Thursday, August 15, 2024

In the fall of 1968, a civil war broke out between the Hausa and Ibo tribes in the Biafra region of northern Nigeria, Africa. A Nigerian government soldier stood by and looked down on an Ibo Biafra soldier who had fallen and been killed in battle.

  In the fall of 1968, a civil war between the Hausa and Ibo tribes erupted in the Biafra region of northern Nigeria, Africa. A Nigerian government soldier stands by and looks down on a fallen Ibo Biafran soldier The Biafra War, which broke out between 1967 and 1970, was the first war in Africa to be widely reported by Western journalists.Images of bloody bloodshed between rival ethnic groups in Nigeria and children with bloated bellies shocked the world.

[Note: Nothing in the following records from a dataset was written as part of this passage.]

"""The view's proposals searched in a worker process.

Reference: the same search run in this process, a slice a frame, as the
view did before (and still does when the worker is gone): the worker must
propose exactly the same shots, in the same order, for pool and carom
layouts; a newer job replaces an older one; a dead worker costs nothing but
the speed.
"""

from __future__ import annotations

import time
from pathlib import Path

import pytest

from shotplan.layout import Layout, load_layout
from shotplan.view.predict import Predictor
from shotplan.view.searcher import SearchWorker
from shotplan.view.state import ViewState

CUT = Path(__file__).resolve().parents[1] / "assets" / "layouts" / "club-night-2-cut-to-corner.json"
CAROM = {"format": "shotplan-layout", "version": 1, "game": "three-cushion", "table": "carom",
         "balls": {"cue": [0.7, 0.45], "yellow": [1.0, 0.9], "red": [2.2, 1.0]}}


@pytest.fixture(scope="module")
def worker():
    with SearchWorker() as w:
        yield w


def _parts_until_done(worker, job):
    t0 = time.perf_counter()
    parts = []
    while not (parts and parts[-1].done) and time.perf_counter() - t0 < 120.0:
        parts += worker.parts(job)
        time.sleep(0.01)
    assert parts and parts[-1].done
    return parts


def _key(shots):
    return [s.to_dict() for s in shots]


def _proposals(layout: Layout, worker: SearchWorker | None) -> ViewState:
    st = ViewState(layout, None, "")
    pred = Predictor()
    pred.worker = worker
    pred.update(st, 0.0)  # the layout is new at time 0, settled by the time settle looks
    pred.settle(st, 0.0, max_seconds=180.0)
    assert st.proposals_done
    return st


@pytest.mark.parametrize("layout", [load_layout(CUT), Layout.from_dict(CAROM)],
                         ids=["cut", "carom"])
def test_the_worker_proposes_what_the_view_finds_itself(worker, layout):
    here = _proposals(layout, None)
    there = _proposals(layout, worker)
    assert there.proposals and _key(there.proposals) == _key(here.proposals)
    assert [r.to_dict() for r in there.rejections] == [r.to_dict() for r in here.rejections]


def test_a_newer_job_replaces_the_one_in_hand(worker):
    lay = load_layout(CUT)
    moved = lay.with_ball("2", (1.9, 0.7))
    old = worker.submit(lay, lay.physics(), 20)
    new = worker.submit(moved, moved.physics(), 20)
    assert new == old + 1
    parts = _parts_until_done(worker, new)
    assert all(p.number == new for p in parts)
    assert _key(parts[-1].shots) == _key(_proposals(moved, None).proposals[:20])


def test_a_dead_worker_leaves_the_search_to_the_view():
    w = SearchWorker()
    w.close()
    assert not w.alive
    st = _proposals(load_layout(CUT), w)
    assert st.proposals == _proposals(load_layout(CUT), None).proposals


def test_the_last_part_of_the_list_is_drawn(tmp_path, display):
    # The view draws a frame only when what it shows changes once it is idle
    # (mainloop): the list arriving whole ends the search, so it must count
    # as a change, or the last part sent stays on the screen (seen: the
    # worker's final list never drawn until the next key or click).
    from shotplan.view.app import App

    app = App(load_layout(CUT), None, recovery_dir=tmp_path / "rec", offer_recovery=False)
    app.start((1280, 800))
    app.update(0.0)
    before = app.look()
    app.state.set_proposals(app.state.proposals, True)
    assert app.look() != before


def test_a_layout_the_carom_search_refuses_says_why_either_way(worker):
    # One object ball on a three-cushion table: no proposals, and the same
    # one reason from the worker as from the view's own frames (the carom
    # search's line, UMB: a carom needs both other balls).
    doc = dict(CAROM, balls={"cue": [0.7, 0.45], "red": [2.2, 1.0]})
    here = _proposals(Layout.from_dict(doc), None)
    there = _proposals(Layout.from_dict(doc), worker)
    assert not here.proposals and not there.proposals
    reasons = [r.reason for r in there.rejections]
    assert reasons == [r.reason for r in here.rejections]
    assert len(reasons) == 1 and "exactly two other balls" in reasons[0]


def _wait_window(worker, number, seconds=60.0):
    t0 = time.perf_counter()
    while time.perf_counter() - t0 < seconds:
        got = worker.window(number)
        if got is not None:
            return got
        time.sleep(0.005)
    raise AssertionError("no window result")


def test_a_window_job_answers_what_find_shots_finds_and_leaves_the_proposals_job_going(worker):
    from shotplan.search import find_shots

    lay = load_layout(CUT)
    search = {"balls": ["2"], "pockets": ["foot-left"], "kinds": ("direct",)}
    job = worker.submit(lay, lay.physics(), 20)
    win = worker.submit_window(lay, lay.physics(), search)
    got = _wait_window(worker, win)
    here = find_shots(lay, physics=lay.physics(), **search)
    assert got.error == "" and _key(got.shots) == _key(here.shots)
    assert [r.to_dict() for r in got.rejected] == [r.to_dict() for r in here.rejected]
    # The proposals job was not dropped for the window: it ends, whole.
    parts = _parts_until_done(worker, job)
    assert _key(parts[-1].shots) == _key(_proposals(lay, None).proposals[:20])
    bad = worker.submit_window(lay, lay.physics(), {"balls": ["7"]})
    assert "7" in _wait_window(worker, bad).error  # no ball 7 here: said, not raised
    # A burst (a slider moved): the newest is answered, as find_shots answers it.
    for speed in (1.0, 1.5, 2.0, 2.5):
        last = worker.submit_window(lay, lay.physics(), dict(search, speed=speed))
    got = _wait_window(worker, last)
    assert _key(got.shots) == _key(find_shots(lay, physics=lay.physics(), speed=2.5,
                                              **search).shots)


def test_a_dragged_ball_gets_the_window_from_the_worker_and_keeps_the_last_meanwhile(worker):
    # The same aim searched again (the object ball moved) goes to the worker:
    # no window search runs in the frame; the last window stays shown until
    # the answer, which is the one the view's own search finds.
    from shotplan.view.state import PocketAim

    lay = load_layout(CUT)
    st = ViewState(lay, None, "")
    pred = Predictor()
    pred.worker = worker
    st.aim_at_pocket("2", "foot-left")
    pred.update(st, 0.0)
    first = pred.window
    assert first is not None  # a new aim is searched at once, here
    x, y = st.layout.position("2")
    st.move_ball("2", (x + 0.01, y))
    pred.update(st, 1.0, dragging=True)
    assert pred.window is first and pred.busy(st)
    pred.settle(st, 1.0)
    assert pred.window is not first and pred.window is not None
    here = Predictor()
    st2 = ViewState(st.layout, None, "")
    st2.aim_at_pocket("2", "foot-left")
    here.update(st2, 0.0)
    assert pred.window.to_dict() == here.window.to_dict()
    assert isinstance(st.aim, PocketAim)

  The Biafra War, which raged from July 6, 1967, to January 15, 1970, was dubbed the Nigerian Civil War. It was a civil war fought between Nigeria and the separatist Republic of Biafra, which declared independence from Nigeria on May 30, 1967. Biafra represented Igbo nationalism. Nigerian government forces besieged Biafra, and in the ensuing stalemate, a deliberate blockade was imposed, resulting in the mass starvation of Biafran civilians. Nigeria had three major ethnic groups: the Hausa in the north, the Yoruba in the west, and the Ibo in the east. Nigeria was colonized by British troops in 1912; on October 1, 1960, Nigeria was officially declared an independent country with its own borders and federal system, but internal divisions were intense.

  On December 24, 1969, the Nigerian federal army launched a massive offensive that began the final collapse of Biafra. Biafra ran out of ammunition, the people were destitute of food, and the Biafran leaders controlled only one-sixth of the 1967 territory. Ojukwu fled to Cote d'Ivoire on January 11, 1970, and the Biafran delegation formally surrendered in Lagos four days later, bringing an end to the Republic of Biafra and its reintegration into Nigeria. Between 500,000 and 3 million people died in the Nigerian Civil War, including deaths on the battlefield, ethnic cleansing, and starvation. French doctors who participated in the Biafra War broke the International Red Cross' principle of silence to criticize Nigerian government forces; on December 22, 1971, 13 French doctors and journalists founded Doctors Without Borders (MSF).